Convention Where enforced Reference
val(meta) as first input channel infer.py post-processing guard nf-core module template
eval() version capture pattern main.nf.j2 template fastqc, samtools/sort modules
Both Singularity and Docker container URLs container.py + main.nf.j2 nf-core container policy
topic: versions on versions output channel main.nf.j2 template nf-core 3.5+ convention
All params via ext.args (none hardcoded) main.nf.j2 template nf-core module guidelines

Full specification: nf-co.re/docs/guidelines/components/modules

The standards schema

src/code_to_module/standards/data/nf_core_standards.json is the single source of truth for all nf-core conventions used by the generator — valid process labels, container registry URLs, required meta.yml fields, EDAM ontology mappings, test dataset paths, and derivation templates. Nothing in Python code or Jinja2 templates should hardcode an nf-core convention directly; it must come from the schema via get_standards(). This makes convention updates a one-file change. To update the bundled schema, edit nf_core_standards.json, bump schema_version, add an entry to STANDARDS_CHANGELOG.md, and run code-to-module update-standards to check whether the remote schema has a newer version.

Test data strategies

The generator tries strategies in this order and stops at the first match for each input channel.

Strategy When used Output
1 — Match A file of the right format already exists in nf-core/test-datasets Path reference in main.nf.test
2a — Derive No exact match; file can be subsetted or transformed from existing nf-core data derive_test_data.sh + path reference
2b — Chain Input is the natural output of a known upstream nf-core module setup {} block in main.nf.test
3 — Stub Data is too large, proprietary, or cannot be derived stub: block; tests run with nf-test --stub

Derive (2a) is intentionally ranked above chain (2b). A stored file keeps CI test runtime predictable; a setup {} block runs an upstream module on every test invocation, adding latency that nf-core reviewers notice.

Adding a new feature

The most common contribution patterns, in order:

  1. Adding a new review check — add a function to review.py that accepts a module path and Standards object and returns a list of ReviewItem. Add the function to the review_module() call chain. Write a test in tests/test_review.py covering both the pass and fail cases.
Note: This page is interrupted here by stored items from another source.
"""Symmetry indicator of inversion-symmetric, time-reversal-symmetric insulators (T² = −1) in 3D.

H. C. Po, A. Vishwanath, H. Watanabe, Nat. Commun. 8, 50 (2017); E. Khalaf, H. C. Po, A. Vishwanath,
H. Watanabe, Phys. Rev. X 8, 031070 (2018); PHYSICS.md §5. With n^±(Γ_i) the numbers of occupied states (both
Kramers partners) of inversion eigenvalue ±1 at the eight TRIMs,

    κ₁      = ¼ Σ_{8 TRIMs} (n⁺ − n⁻)            mod 4     (the Z4 strong index),
    z_{2,i} = ¼ Σ_{TRIMs with k_i = 1/2} (n⁺ − n⁻) mod 2     (the weak indices, equal to the Fu–Kane ν_i).

Sign form: this is the form with n⁺ − n⁻; the other common form Σ n⁻/2 mod 4 equals −κ₁ (1 and 3 swap, 0 and
2 stay). κ₁ odd is a strong topological insulator (κ₁ mod 2 = ν₀); κ₁ = 2 with vanishing weak indices is the
inversion-protected second-order phase (helical hinge modes), invisible to the Z2 indices. Moving the inversion
centre by a_j/2 swaps n⁺ and n⁻ at the four TRIMs with k_j = 1/2 and so changes κ₁ by 2 z_{2,j}: with a non-zero
weak index the value of κ₁ mod 2 is all that does not depend on the centre, and κ₁ = 2 is then not flagged.

Cross-check: κ₁ mod 2 and z_{2,i} against the Wannier-centre values of ``z2`` and ``weak_indices`` when they ran.
"""

from __future__ import annotations

import numpy as np

from crystaltop.errors import CrystaltopError, SymmetryBreakingError
from crystaltop.plugin import (CrossCheck, Invariant, Outcome, Requirements, hookimpl, inversion_parities, trim_label,
                               trims)

METHOD = ("parity counts at the TRIMs (Po, Vishwanath, Watanabe, Nat. Commun. 8, 50 (2017); "
          "Khalaf, Po, Vishwanath, Watanabe, PRX 8, 031070 (2018))")
PARITY_TOL = 1e-6


def parity_differences(bands, group) -> tuple[np.ndarray, np.ndarray]:
    """The eight TRIMs and n⁺ − n⁻ of the occupied states at each (inversion about the model's origin)."""
    op = next((g for g in group.operations if g.kind == "inversion"), None)
    if op is None:
        raise CrystaltopError(f"point group {group.symbol} has no inversion")
    points = trims(3)
    sign = inversion_parities(bands, op, points, tol=PARITY_TOL)  # the eight TRIMs in one batch
    return points, sign.sum(axis=1)


def indicator(points: np.ndarray, diff: np.ndarray) -> tuple[int, tuple[int, int, int]]:
    """(κ₁, (z_{2,1}, z_{2,2}, z_{2,3})) from n⁺ − n⁻ at the eight TRIMs."""
    total = int(diff.sum())
    if total % 4:
        raise SymmetryBreakingError(f"Σ (n⁺ − n⁻) = {total} over the TRIMs is not a multiple of 4: the occupied "
                                    "parities are not Kramers-paired")
    weak = []
    for i in range(3):
        part = int(diff[np.abs(points[:, i] - 0.5) < 1e-9].sum())
        if part % 4:
            raise SymmetryBreakingError(f"Σ (n⁺ − n⁻) = {part} over the TRIMs with k{i + 1} = 1/2 is not a "
                                        "multiple of 4: the occupied parities are not Kramers-paired")
        weak.append((part // 4) % 2)
    return (total // 4) % 4, tuple(weak)


class InversionIndicator(Invariant):
    name = "inversion_indicator"
    title = "Inversion symmetry indicator (Z4 × Z2³)"
    requires = Requirements(dims={3}, elements={"inversion"}, time_reversal=True, spinful=True,
                            optional_uses=("z2", "weak_indices"))

    def compute(self, context):
        points, diff = parity_differences(context.bands, context.group)
        kappa, weak = indicator(points, diff)
        second_order = kappa == 2 and not any(weak)
        details = {
            "n_plus_minus_n_minus": {trim_label(k): int(d) for k, d in zip(points, diff)},
            "kappa1": kappa,
            "weak": weak,
            "second_order": second_order,
            "sign_form": "κ₁ = ¼ Σ (n⁺ − n⁻) mod 4; the form Σ n⁻/2 mod 4 equals −κ₁",
        }
        notes = ["κ₁ = ¼ Σ (n⁺ − n⁻) mod 4 (Σ n⁻/2 mod 4 would give −κ₁)"]
        if kappa % 2:
            details["phase"] = "strong topological insulator"
        elif second_order:
            details["phase"] = "second-order topological insulator (inversion-protected, helical hinge modes)"
            notes.append("κ₁ = 2 with vanishing weak indices: second-order (inversion-protected) topological phase")
        elif any(weak):
            details["phase"] = "weak topological insulator"
            if kappa == 2:
                notes.append("κ₁ = 2 but a weak index is non-zero: the even part of κ₁ depends on the inversion "
                             "centre here, so no second-order phase is claimed")
        else:
            details["phase"] = "trivial by this indicator"
        if any(weak):
            notes.append("with a non-zero weak index only κ₁ mod 2 is independent of the inversion centre")
        return Outcome(value=(kappa, weak), method=METHOD, mesh="8 TRIMs", cross_check=self._check(context, kappa, weak),
                       details=details, notes=tuple(notes))

    @staticmethod
    def _check(context, kappa, weak):
        z2, w = context.result("z2"), context.result("weak_indices")
        if z2 is None:
            return None
        if w is None:
            return CrossCheck(method="Wannier-centre flow (z2)", value=z2.value, agree=z2.value == kappa % 2,
                              note="κ₁ mod 2 against ν₀")
        theirs = (z2.value, tuple(w.value))
        return CrossCheck(method="Wannier-centre flow (z2, weak_indices)", value=theirs,
                          agree=theirs == (kappa % 2, tuple(weak)), note="(κ₁ mod 2, z₂) against (ν₀, ν)")


@hookimpl
def crystaltop_invariants():
    return [InversionIndicator()]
  2. Adding a new generated file — add a .j2 template to src/code_to_module/templates/. Add any new data fields to the relevant Pydantic model in models.py. Update generate.py to render the template. Add a test fixture and a test in tests/test_generate.py that asserts the file is written and contains the expected content.

  3. Extending the standards schema — add the new convention to src/code_to_module/standards/data/nf_core_standards.json. Bump schema_version. Add a changelog entry in STANDARDS_CHANGELOG.md. Update any code that reads from the schema to use the new field via get_standards(). Never duplicate the value in Python code.
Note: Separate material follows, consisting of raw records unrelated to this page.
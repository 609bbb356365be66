"""Occupied rotation eigenvalues at the high-symmetry momenta, and the Chern number mod n they fix.

For every rotation C_n (n = 2, 3, 4, 6; in 2D about z; in 3D one per axis, the counter-clockwise one) and every
momentum it fixes (crystaltop.plugin.high_symmetry_momenta), the number of occupied states in each eigenvalue
sector: e^{2πi(p−1)/n} when C_n^n = +1, e^{iπ(2p−1)/n} when C_n^n = −1 (spin ½, or a spinless model with π flux
such as the Benalcazar–Bernevig–Hughes quadrupole, Science 357, 61 (2017)). The eigenvalues are those of the
rotation's matrix on the whole occupied subspace (BandData.symmetry_eigenvalues), so degenerate occupied bands are
handled; C_n^n is read from them and recorded. With time reversal, at momenta with k ≡ −k the conjugate
eigenvalues λ, λ* come in pairs and are reported as pairs (with T² = −1 a real eigenvalue comes in Kramers pairs).

Chern number mod n (Fang, Gilbert, Bernevig, Phys. Rev. B 86, 115112 (2012)), products over the occupied bands,
(−1)^F = C_n^n of the rotation used (PHYSICS.md §3, checked on Qi–Wu–Zhang and Haldane):

    C2: (−1)^C = Π ζ(Γ) ζ(X) ζ(Y) ζ(M)
    C4: i^C = Π (−1)^F ξ(Γ) ξ(M) ζ(X)                 (ξ: C4, ζ: C2 eigenvalues)
    C3: e^{2πiC/3} = Π (−1)^F θ(Γ) θ(K) θ(K′)
    C6: e^{iπC/3} = Π (−1)^F η(Γ) θ(K) ζ(M)            (η: C6 at Γ, θ: C3 at K, ζ: C2 at M)

The rotations are counter-clockwise about +z (2D), so the value refers to the orientation +z like `chern`; in 3D
it is computed on the plane k_i = 0 normal to a rotation axis along the lattice vector a_i, and compared with the
Chern number C_i of `chern` (oriented by +a_i). It is attached to `chern` as a cross-check (a disagreement turns
that record into a failure naming both values).
"""

from __future__ import annotations

import numpy as np

from crystaltop.errors import CrystaltopError, SymmetryBreakingError
from crystaltop.plugin import (CrossCheck, Invariant, Outcome, Requirements, count_sectors, high_symmetry_momenta,
                               hookimpl, occupied_eigenvalues_at, pair_name, planar_rotations, rotation_levels,
                               rotation_power, rotation_sectors, sector_counts, sector_names)

FGB = "rotation eigenvalues (Fang, Gilbert, Bernevig, PRB 86, 115112 (2012))"


def counterclockwise_rotations(group, dim: int) -> list:
    """One rotation per axis and fold: the one by +2π/n about its (canonical) axis."""
    return [op for op in planar_rotations(group, dim) if op.fold in (2, 3, 4, 6) and (op.fold == 2 or op.angle > 0)]


def is_time_reversal_invariant(k) -> bool:
    k2 = 2.0 * np.asarray(k, dtype=float)
    return bool(np.all(np.abs(k2 - np.rint(k2)) < 1e-9))


def paired(counts: np.ndarray, n: int, power: int, spinful: bool) -> dict | None:
    """Counts of conjugate pairs {λ, λ*} (and of real eigenvalues) or None if the counts are not conjugate-symmetric."""
    sectors = rotation_sectors(n, power)
    out, done = {}, set()
    for p, lam in enumerate(sectors):
        if p in done:
            continue
        q = int(np.argmin(np.abs(sectors - np.conj(lam))))
        done |= {p, q}
        if q == p:  # a real eigenvalue
            if spinful:
                if counts[p] % 2:
                    return None
                out[f"{pair_name(lam)} (Kramers pair)"] = int(counts[p] // 2)
            else:
                out[pair_name(lam)] = int(counts[p])
        else:
            if counts[p] != counts[q]:
                return None
            out[pair_name(lam)] = int(counts[p])
    return out


def chern_mod_n(n: int, op_by_fold: dict, fixed: dict, eig: dict, power: int) -> tuple[int, str] | None:
    """C mod n from the Fang–Gilbert–Bernevig product, or None if a needed rotation or momentum is missing.

    ``op_by_fold`` maps 2, 3, 4, 6 to the counter-clockwise rotation about the axis; ``fixed[fold]`` lists the
    momenta it fixes (Γ first); ``eig[(op label, momentum label)]`` the occupied eigenvalues; ``power`` is
    C_n^n = (−1)^F of the n-fold rotation.
    """
    def product(fold, momentum):
        return complex(np.prod(eig[(op_by_fold[fold].label, momentum.label)]))

    def others(fold):
        return [m for m in fixed.get(fold, []) if m.label != "Γ"]

    gamma = next(m for m in fixed[n] if m.label == "Γ")
    m_occ = len(eig[(op_by_fold[n].label, gamma.label)])
    sign = power ** m_occ  # Π over the occupied bands of (−1)^F
    if n == 2:
        pts = [gamma] + others(2)
        if len(pts) != 4:
            return None
        value = np.prod([product(2, m) for m in pts])
        used = "2-fold at " + ", ".join(m.label for m in pts)
    elif n == 4:
        m_pt = others(4)
        x_pt = [m for m in others(2) if m.label not in {p.label for p in m_pt}]
        if not m_pt or not x_pt or 2 not in op_by_fold:
            return None
        value = sign * product(4, gamma) * product(4, m_pt[0]) * product(2, x_pt[0])
        used = f"4-fold at Γ, {m_pt[0].label}; 2-fold at {x_pt[0].label}"
    elif n == 3:
        pts = others(3)
        if len(pts) != 2:
            return None
        value = sign * product(3, gamma) * product(3, pts[0]) * product(3, pts[1])
        used = f"3-fold at Γ, {pts[0].label}, {pts[1].label}"
    else:
        k_pt, m_pt = others(3), others(2)
        if not k_pt or not m_pt or 3 not in op_by_fold or 2 not in op_by_fold:
            return None
        value = sign * product(6, gamma) * product(3, k_pt[0]) * product(2, m_pt[0])
        used = f"6-fold at Γ; 3-fold at {k_pt[0].label}; 2-fold at {m_pt[0].label}"
    if abs(abs(value) - 1) > 1e-3:
        raise CrystaltopError(f"the Fang–Gilbert–Bernevig product for C{n} has modulus {abs(value):.3f}, not 1")
    c = np.angle(value) * n / (2 * np.pi)
    if abs(c - np.rint(c)) > 1e-3:
        raise CrystaltopError(f"the Fang–Gilbert–Bernevig product for C{n} is {value:.4f}, not an n-th root of unity")
    return int(np.rint(c)) % n, used


class RotationEigenvalues(Invariant):
    name = "rotation_eigenvalues"
    title = "Occupied rotation eigenvalues at high-symmetry momenta"
    requires = Requirements(dims={2, 3}, any_elements={"C2", "C3", "C4", "C6"}, optional_uses=("chern",))

    def compute(self, context):
        group, lattice, dim, bands = context.group, context.lattice, context.dim, context.bands
        momenta = high_symmetry_momenta(group, lattice)
        rotations = counterclockwise_rotations(group, dim)
        value, powers, eig, notes, details = {}, {}, {}, [], {}
        spinful = context.spinful
        for op in rotations:
            n = op.fold
            entry, raw = {}, {}
            fixed = [m for m in momenta if op.label in m.rotations]
            lams = occupied_eigenvalues_at(bands, op, fixed) if fixed else []
            power, all_counts = sector_counts(lams, n)
            if all_counts is None:  # some momentum fails a check: one by one, for the error that names it
                power, all_counts = None, []
                for m, lam in zip(fixed, lams):
                    here = rotation_power(lam, n, what=f"{op.label} at {m.label}")
                    if power is not None and here != power:
                        raise SymmetryBreakingError(
                            f"{op.label}^{n} is {power:+d} at some momenta and {here:+d} at {m.label}: "
                            "its matrix is not a consistent representation")
                    power = here
                    all_counts.append(count_sectors(lam, n, power))
            for m, lam, counts in zip(fixed, lams, all_counts):
                eig[(op.label, m.label)] = lam
                raw[m.label] = counts.tolist()
                pairs = paired(counts, n, power, spinful) if (
                    context.time_reversal and is_time_reversal_invariant(m.k)) else None
                entry[m.label] = pairs if pairs is not None else dict(zip(sector_names(n, power), counts.tolist()))
            powers[op.label] = power
            value[op.label] = entry
            details[op.label] = {"eigenvalues": list(sector_names(n, power)), "counts": raw, f"{op.label}^{n}": power,
                                 "momenta": {m.label: m.k for m in fixed}}
            if power == -1 and not spinful:
                notes.append(f"{op.label}^{n} = −1 on a spinless model (π flux, as in the Benalcazar–Bernevig–Hughes "
                             f"quadrupole): its eigenvalues are e^{{iπ(2p−1)/{n}}}, outside the spinless index formulas")
            if power == 1 and spinful:
                notes.append(f"{op.label}^{n} = +1 on a spin-½ model: its representation is not the double-group one")
        details["powers"] = powers
        details["time_reversal_pairs"] = bool(context.time_reversal)

        checks_for, fgb = {}, self._chern_mod_n(context, rotations, momenta, eig, powers)
        if fgb:
            details["chern_mod_n"] = {key: {"value": v, "from": used} for key, (v, used, _) in fgb.items()}
            chern = context.result("chern")
            if chern is not None:
                agree, shown = True, {}
                for key, (v, used, target) in fgb.items():
                    c = chern.value if target is None else chern.value[target[0]] * target[1]
                    shown[key] = v
                    agree &= (int(c) - v) % int(key.split()[-1]) == 0
                checks_for["chern"] = CrossCheck(
                    method=FGB, value=shown, agree=bool(agree),
                    note="; ".join(f"C ≡ {v} ({key}) from the occupied eigenvalues of the {used}"
                                   for key, (v, used, _) in fgb.items()))
        notes.append("counts per eigenvalue of the rotation on the occupied subspace"
                     + ("; with time reversal, conjugate pairs at momenta with k ≡ −k" if context.time_reversal else ""))
        return Outcome(value=value, method="eigenvalues of the rotation matrices on the occupied subspace",
                       mesh=", ".join(m.label for m in momenta if m.rotations),
                       details=details, notes=tuple(notes), checks_for=checks_for)

    def _chern_mod_n(self, context, rotations, momenta, eig, powers) -> dict:
        """{"mod n": (value, used, target)}; target None in 2D, (plane index, orientation sign) in 3D."""
        out = {}
        if context.dim == 2:
            by_fold = {op.fold: op for op in rotations}
            fixed = {f: [m for m in momenta if op.label in m.rotations] for f, op in by_fold.items()}
            for n in sorted(by_fold, reverse=True):
                got = chern_mod_n(n, by_fold, fixed, eig, powers[by_fold[n].label])
                if got is not None:
                    out[f"mod {n}"] = (got[0], got[1], None)
            return out
        for i in range(3):  # planes k_i = 0 normal to a rotation axis along a_i
            by_fold, sign = {}, {}
            for op in rotations:
                u, _ = rotation_levels(op, context.lattice)
                if np.count_nonzero(u) == 1 and u[i] != 0:
                    by_fold[op.fold] = op
                    sign[op.fold] = int(np.sign(u[i]))
            if not by_fold or len(set(sign.values())) > 1:
                continue
            fixed = {f: [m for m in momenta if op.label in m.rotations and abs(m.k[i]) < 1e-9]
                     for f, op in by_fold.items()}
            for n in sorted(by_fold, reverse=True):
                got = chern_mod_n(n, by_fold, fixed, eig, powers[by_fold[n].label])
                if got is not None:
                    out[f"C{i + 1} mod {n}"] = (got[0], got[1] + f" on the plane k{i + 1}=0",
                                                (i, next(iter(sign.values()))))
        return out


@hookimpl
def crystaltop_invariants():
    return [RotationEigenvalues()]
  4. All of the above — run pytest -x -q -m "not network and not llm" after each step, and pytest tests/test_import_boundaries.py before opening a PR.
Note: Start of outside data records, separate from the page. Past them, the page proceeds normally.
2. Wannier content from the rotation eigenvalues (derived here by inducing band representations; Benalcazar,
   Li, Hughes, Phys. Rev. B 99, 245151 (2019) relate the indices [Π_p] to the Wyckoff multiplicities in the
   same way — that their tables agree with the one below is FROM MEMORY). An orbital at a rotation centre x with
   eigenvalue λ of its site rotation (C_m^m = +1) induces, on the orbit x_j = W^j x of the generator g (W its
   integer matrix in the lattice basis), the Bloch matrices D_g(k)[j+1, j] = e^{−2πi (W^{−T}k)·t_j}, times λ on
   the step back to x_0, with t_j = W x_j − x_{j+1}: the convention D_g(k) H(k) D_g(k)† = H(g k) of
   docs/conventions.md. D_{g^p}(k) is the product along k, W^{−T}k, ... Their eigenvalues at the momenta each
   rotation fixes give one column per (Wyckoff position, λ). The occupied counts from `rotation_eigenvalues`
   (every rotation, every momentum it fixes, Γ included) are then split into non-negative integer multiplicities
   by exact enumeration. All the splittings are kept, and a prediction is made only if every one of them binds
   the same charges. That held for every count vector of up to five bands of p2, p3, p4 and p6 that the derivation
   enumerated. The indices [Π_p] = #Π_p − #Γ_p of each band representation (one orbital per site) are:

       C4 (p4; 1a, 1b = (½, ½), 2c = (0, ½), (½, 0)), ([X1^(2)], [M1^(4)], [M2^(4)], [M3^(4)]):
           1a any λ: (0, 0, 0, 0);  1b λ = 1: (−1, −1, 0, 1);  1b λ = −1: (−1, 1, 0, −1);  1b λ = ±i: (1, 0, ∓1, 0);
           2c λ = 1: (−1, −1, 1, −1);  2c λ = −1: (1, 1, −1, 1)
       C6 (p6; 1a, 2b = (⅓, ⅓), (⅔, ⅔) on 60° axes, 3c = (0, ½), (½, ½), (½, 0)), ([M1^(2)], [K1^(3)], [K2^(3)]):
           1a any λ: (0, 0, 0);  2b λ = 1: (0, −2, 1);  2b λ = e^{2πi/3}: (0, 1, −2);  2b λ = e^{−2πi/3}: (0, 1, 1);
           3c λ = 1: (−2, 0, 0);  3c λ = −1: (2, 0, 0)

   The 2b and 3c s rows reproduce χ^(6) = (0, −2) and (−2, 0) of PHYSICS.md §6, and 1b s gives χ^(4) = (−1, −1, 0).
   With time reversal (complex λ in conjugate pairs) these relations invert over the integers to closed forms,
   derived here, which are the cross-check attached to this record:

       C4: N(1b) ≡ −[X1^(2)] − [M2^(4)]  (mod 4),   N(2c) ≡ [M2^(4)]  (mod 2)
       C6: N(2b) ≡ [K1^(3)]  (mod 3),              N(3c) ≡ [M1^(2)]/2  (mod 2)

   with N(1a) = ν − Σ_{w ≠ 1a} |w| N(w), where ν is the filling and N(w) the number of Wannier centres per site of w.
Known limitations and planned improvements

  • Library-only tools with no CLI entry point (e.g. tools designed to be called as import foo; foo.run(...)) are not yet supported — discovery finds no entry points and generation stops. A library-to-module path that generates a CLI wrapper first is planned.
  • Perl wrappers and non-Python CLI tools (TrimGalore, for example) have no Python AST to analyse and tend to assess as Tier 4–5. The tool reports the tier honestly rather than producing a misleading partial module.
  • Domain-specific test data (.h5ad, .pkl, .mzML, large databases) is not in nf-core/test-datasets, so those input channels fall back to stub strategy. The generated test is syntactically valid but cannot test real data flow.

Open issues and the development roadmap are tracked at github.com/svigneau/code-to-module/issues.